I was considering that option. But from what I was reading most of them you have to cut out the metal headlight pot behind the headlight to make them fit. Do you know of a brand that will fit without interference?
NONE - Mods to the LED headlamp assembly are required then Extensive bucket and trim ring mods are required to get them to fit.
Its not for the faint hearted.
I looked at the article and did compare total wattage when high and low beams are on together at 12 volts .
The charts shows T-3s at total wattage at 78.4
Halogens at total wattage at the same 12 volts at 81.2
That's why when you install the Halogens on the stock harness with the high beams on the circuit breakers opens showing the wattage is more on Halogens when using all headlights at the same time.
Ive had Halogens in my 67 for 3 decades, before I switched them out. and never once has the headlight breaker tripped or the headlamps turn off or flash during operation.
The 2.8W difference you indicate above would never trip the headlight breaker. You must have a repro of the original switch. They are problematic.
I'm still running the original 50 year old headlamp switch with no issues.
after rethinking this these connections do not have to be separated. When you turn on the light switch the original wires will turn the Headlights on ,but that will also power up the relay at the same time. Current will follow the path of least resistance through the heavier wire to the relay.

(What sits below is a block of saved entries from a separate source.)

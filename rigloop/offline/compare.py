"""One animal's days under one rule file, reduced to the measures ``rigloop compare`` reports.

``run_animal(task)`` is a top-level function (it pickles to any executor): it rebuilds
the rule file from its text, builds the drawn animal and runs ``days`` simulated days of
``sessions_per_day`` sessions each. A session ends when a decision says so (the rule
file's session ends and welfare limits) or, as a safety cap, after the trials its
welfare ``max_session_min`` allows at ``TRIAL_S`` seconds a trial.

Common random numbers: the animal's own random stream comes from its drawn seed and
the schedule's from ``session_seed(animal, session)``, never from the rule file, so
two identical rule files give identical results, and two different ones differ only
by what the rules did.

The judge reads each trial's truth from the animal itself (``SimulatedAnimal.last_truth``);
without a store the events carry no truth in ``extra`` (``step`` never reads it), so
no map is built and checked per trial. With a store they carry it, as ``simulate``'s do.

Without a store, a rule file whose decisions never read the learner (every shipped
lick and choice example) runs each trial through ``lockstep.decide_step`` instead of
``step``: the same decisions and schedule bit for bit, without the learner and the
per-trial quantities nothing here keeps (and without the learning curves when no decision reads them) (``lockstep.path_for`` says which path and why).

Memory stays flat in the number of days: a session's trials are reduced as they come
(``RunningTruth`` judges blocks against the truth on the fly, as ``truth.block_timing``
does over a whole history) and only per-day numbers are kept. With ``db``, each
animal-day's sessions are stored in one transaction; workers write in parallel (SQLite's
busy timeout lets one writer in at a time), and ``first_session_info`` lets the caller
store every animal's first session up front so the store lists subjects in cohort order.
"""

from __future__ import annotations

import math
from dataclasses import dataclass, field

from ..core.step import begin_session, session_seed, step
from ..core.subject import new_subject
from . import truth
from .lockstep import DECISIONS_ONLY, decide_step, path_for, reads_curves

TRIAL_S = 8.0  # seconds from one trial's start to the next (the simulate default)
DAY_S = 86400.0
START = 1.8e9  # the first day's first session, 08:00 UTC
SESSION_GAP_S = 4 * 3600.0  # between sessions of one day


@dataclass(frozen=True)
class AnimalTask:
    """Everything a worker needs for one animal under one rule file (picklable)."""

    label: str
    rules_text: str
    rules_source: str
    draw: object  # population.AnimalDraw
    days: int
    sessions_per_day: int = 1
    db: str | None = None
    subject: str | None = None  # the name in a store (default: the drawn animal's); never its seeds
    first_stored: bool = False  # the first session is in the store already (stored up front, in cohort order)


@dataclass
class AnimalResult:
    """One animal under one rule file: the numbers the comparison is made of."""

    label: str
    subject: str
    group: str
    preset: str
    days: int
    trials: int = 0
    stage_trial: dict[str, int] = field(default_factory=dict)  # stage -> trial n it was first left
    stage_day: dict[str, float] = field(default_factory=dict)  # stage -> training days until it was first left
    water_ul: list[float] = field(default_factory=list)  # per day
    daily_min_ul: float = 1000.0
    interventions: int = 0  # decisions a welfare limit changed
    sessions: int = 0
    disengaged: int = 0  # sessions ended by a criterion on missed trials
    lags: list[int] = field(default_factory=list)  # block end - first trial the animal discriminated
    early: int = 0  # blocks ended before the animal discriminated
    judged: int = 0

    @property
    def days_below_min(self) -> int:
        return sum(1 for w in self.water_ul if w < self.daily_min_ul)

    @property
    def median_lag(self) -> float | None:
        return float(sorted(self.lags)[len(self.lags) // 2]) if self.lags else None


class RunningTruth:
    """``truth.block_timing``'s lags and early ends, one trial at a time (memory flat in trials).

    Pending blocks share the direction of the current block (a change of direction
    settles them all: a block never discriminated by then ended early); each counts its
    own run of discriminating trials from its own first trial."""

    def __init__(self, spec, margin: float = truth.MARGIN, hold: int = truth.HOLD):
        self.spec, self.margin, self.hold = spec, margin, hold
        self.key = None
        self.direction = None
        self.pending: list[dict] = []  # {"run", "d", "last"} of blocks in the current direction
        self.lags: list[int] = []
        self.early = 0
        self.judged = 0
        self.kind = None

    def add(self, n: int, stage: str, block: str, extra) -> None:
        """Trial ``n`` ran in ``stage``/``block`` with the truth in its event's ``extra``."""
        kind, p = truth.truth_of(extra)
        self.add_truth(n, stage, block, kind, p)

    def add_truth(self, n: int, stage: str, block: str, kind: str | None, p) -> None:
        """``add`` with the truth given as (kind, cue -> p), as the simulated animal holds it."""
        if self.kind is None and kind:
            self.kind = kind
        closing = False
        if (stage, block) != self.key:
            closing = True  # the block that ended may be judged already
            if self.pending:
                self.pending[-1]["last"] = n - 1  # the running block ended
            direction = truth.block_direction(self.spec, stage, block, self.kind or "lick")
            if direction != self.direction:
                self._settle()
            self.key, self.direction = (stage, block), direction
            if direction is not None:
                self.pending.append({"run": 0, "d": None, "last": None})
        if self.direction is None:
            return
        v = truth.discrimination(p, self.direction)
        up = v is not None and v >= self.margin
        for b in self.pending:
            if b["d"] is None:
                b["run"] = b["run"] + 1 if up else 0
                if b["run"] == self.hold:
                    b["d"] = n - self.hold + 1
                    closing = closing or b["last"] is not None
        if closing:  # a block that ended earlier is discriminated now: judge it
            for b in self.pending:
                if b["d"] is not None and b["last"] is not None:
                    self._close(b)
            self.pending = [b for b in self.pending if not (b["d"] is not None and b["last"] is not None)]

    def _close(self, b: dict) -> None:
        self.judged += 1
        if b["d"] is None:
            self.early += 1
            return
        lag = b["last"] - b["d"]
        self.lags.append(lag)
        self.early += lag < 0

    def _settle(self) -> None:
        for b in self.pending:
            if b["last"] is not None:  # ended blocks only; a running one is not judged
                self._close(b)
        self.pending = []

    def finish(self) -> None:
        """The trials ran out: blocks that ended are settled; the running one is not judged."""
        self._settle()


def max_trials(rules) -> int:
    """The safety cap on a session's trials: what welfare's max_session_min allows, plus a margin."""
    return int(math.ceil(rules.spec.welfare.max_session_min * 60.0 / TRIAL_S)) + 10


def disengagement_ends(rules) -> frozenset[str]:
    """Names of the rule file's session ends that read missed trials (``misses_in_row``)."""
    return frozenset(e.name for e in rules.spec.session_end if any("miss" in n for n in e.when.names_used()))


_PARSED: dict = {}  # (rule-file text, source) -> parsed rules: parsed once per worker process, a few kept


def _rules_for(text: str, source: str):
    """The parsed rule file (a worker runs many animals under each of a few rule files)."""
    key = (text, source)
    rules = _PARSED.get(key)
    if rules is None:
        from ..rules import load_rules

        if len(_PARSED) >= 4:
            _PARSED.clear()
        rules = _PARSED[key] = load_rules(text, source=source)
    return rules


def run_animal(task: AnimalTask) -> AnimalResult:
    """All days of one drawn animal under one rule file (see the module docstring)."""
    rules = _rules_for(task.rules_text, task.rules_source)
    draw = task.draw
    name = task.subject or draw.subject
    animal = draw.build(rules, name)
    held = hasattr(animal, "last_truth")  # the animal holds each trial's truth: read it there
    if held and task.db is None:
        animal.record_truth = False  # nothing reads extra then (step does not), so it is not built
    res = AnimalResult(task.label, draw.subject, draw.group, draw.preset, task.days,
                       daily_min_ul=rules.spec.welfare.daily_min_ml * 1000.0)
    judge = RunningTruth(rules.spec)
    disengage = disengagement_ends(rules)
    cap = max_trials(rules)
    store = None
    if task.db is not None:
        from ..store import Store

        store = Store(task.db)
    state = new_subject(name, rules)
    lean = path_for(rules, task.db)[0] == DECISIONS_ONLY  # no learner, no quantities (offline/lockstep)
    keep_curves = reads_curves(rules)
    n = 0
    stage_now = None
    try:
        for day in range(1, task.days + 1):
            water = 0.0
            stored = []
            day_start, left_today = n, []
            for k in range(task.sessions_per_day):
                session = f"d{day:03d}" + (f"s{k + 1}" if task.sessions_per_day > 1 else "")
                t = t0 = START + DAY_S * (day - 1) + SESSION_GAP_S * k
                seed = session_seed(draw.subject, session)
                state, decision = begin_session(state, rules, session=session, rig="sim-rig", wall_time=t, seed=seed)
                first = decision
                items = []
                trials = 0
                while not decision.end_session and trials < cap:
                    event = animal.trial(decision, "sim-rig", t)
                    under = decision
                    if lean:
                        state, decision = decide_step(state, event, rules, learn=False, curves=keep_curves)
                    else:
                        state, decision, update = step(state, event, rules)
                    trials += 1
                    n += 1
                    if stage_now is not None and under.stage != stage_now and stage_now not in res.stage_trial:
                        res.stage_trial[stage_now] = n - 1
                        left_today.append((stage_now, n - 1 - day_start))
                    stage_now = under.stage
                    if held:
                        kind, p = animal.last_truth
                        judge.add_truth(n, under.stage, under.block, kind, p)
                    else:
                        judge.add(n, under.stage, under.block, event.extra)
                    water += event.outcome.reward_ul
                    res.interventions += bool(decision.overrides)
                    if store is not None:
                        items.append((event, decision, update.quantities, None))
                    t += TRIAL_S
                if decision.stage != stage_now and stage_now is not None and stage_now not in res.stage_trial:
                    # the decision after the last trial moved on: the stage was left at trial n
                    res.stage_trial[stage_now] = n
                    left_today.append((stage_now, n - day_start))
                    stage_now = decision.stage
                res.sessions += 1
                res.disengaged += bool(decision.end_session and decision.reasons
                                       and _ended_by(decision.reasons[0]) in disengage)
                if store is not None:
                    stored.append((_session_info(name, session, rules, seed, first, t0), items))
                    if items:
                        last_event, last_decision, q, _ = items[-1]
                        items[-1] = (last_event, last_decision, q, state.to_bytes())
            res.water_ul.append(water)
            for stage, k in left_today:  # days of training: whole days before, and the share of this one
                res.stage_day[stage] = (day - 1) + k / max(n - day_start, 1)
            if store is not None:
                _store_day(store, stored, first=task.first_stored and day == 1)
    finally:
        if store is not None:
            store.close()
    judge.finish()
    res.trials = n
    res.lags, res.early, res.judged = judge.lags, judge.early, judge.judged
    return res


def _store_day(store, stored: list, *, first: bool) -> None:
    """One animal-day's sessions and trials in one transaction. The day whose first
    session was stored up front commits that session's trials into it (and, with more
    sessions a day, imports the others in a second transaction)."""
    if not first:
        store.import_sessions(stored)
        return
    (_, items), rest = stored[0], stored[1:]
    for result in store.commit_batch(items):
        if result.error is not None:
            raise result.error
    if rest:
        store.import_sessions(rest)


def first_session_info(task: AnimalTask):
    """The SessionInfo of the task's first session, as ``run_animal`` will open it (no trial run)."""
    rules = _rules_for(task.rules_text, task.rules_source)
    name = task.subject or task.draw.subject
    session = "d001" + ("s1" if task.sessions_per_day > 1 else "")
    seed = session_seed(task.draw.subject, session)
    _, first = begin_session(new_subject(name, rules), rules, session=session, rig="sim-rig", wall_time=START,
                             seed=seed)
    return _session_info(name, session, rules, seed, first, START)


def _ended_by(reason: str) -> str:
    """The session-end name in ``"session ends (NAME): ..."``, else ''."""
    head = "session ends ("
    return reason[len(head):reason.find(")")] if reason.startswith(head) else ""


def _session_info(subject, session, rules, seed, first, start):
    from ..store import SessionInfo

    return SessionInfo.new(subject, session, "sim-rig", rules.name, rules.text, seed, start,
                           meta={"first_decision": first.to_dict()})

I have no clue what you are talking about... If you don't separate the trigger and main power you don't need the relays -- you already have that with the negative result of drawing power through the headlight and dimmer switches... You're overthinking the issue...
I have no clue what you are talking about... If you don't separate the trigger and main power you don't need the relays -- you already have that with the negative result of drawing power through the headlight and dimmer switches... You're overthinking the issue...
I understand what he is talking about, and it makes sense.
If you have a "skinny" wire feeding the headlights, with lots of other "draws" on it, it is subject to more resistance than a "fat" wire that feeds directly to the headlights, which is what most people/I do/did when adding the relays.
But if the stock wiring is left in place, you now have the "fat" wire that you added AND the "skinny" wire feeding the headlights, and any resistance of the "skinny" wire becomes a moot point because the fat wire makes up for it.
In fact, some current from the "relays/fat wire" could now backfeed through the "skinny" wire into the dash wiring perhaps even brightening up those lights a bit.
Of course, the fusing could now be "weird" because you are feeding current from "two directions" so you would need to fuse "both sides" and then how would you figure out what value each fuse should be for adequate protection?
Last edited by toddalin; Apr 23, 2017 at 08:20 PM.
I understand what he is talking about, and it makes sense.
If you have a "skinny" wire feeding the headlights, with lots of other "draws" on it, it is subject to more resistance than a "fat" wire that feeds directly to the headlights, which is what most people/I do/did when adding the relays.
But if the stock wiring is left in place, you now have the "fat" wire that you added AND the "skinny" wire feeding the headlights, and any resistance of the "skinny" wire becomes a moot point because the fat wire makes up for it.
In fact, some current from the "relays/fat wire" could now backfeed through the "skinny" wire into the dash wiring perhaps even brightening up those lights a bit.
Of course, the fusing could now be "weird" because you are feeding current from "two directions" so you would need to fuse "both sides" and then how would you figure out what value each fuse should be for adequate protection?
Uh. If you say so. I'll stick with the Mad Electric approach.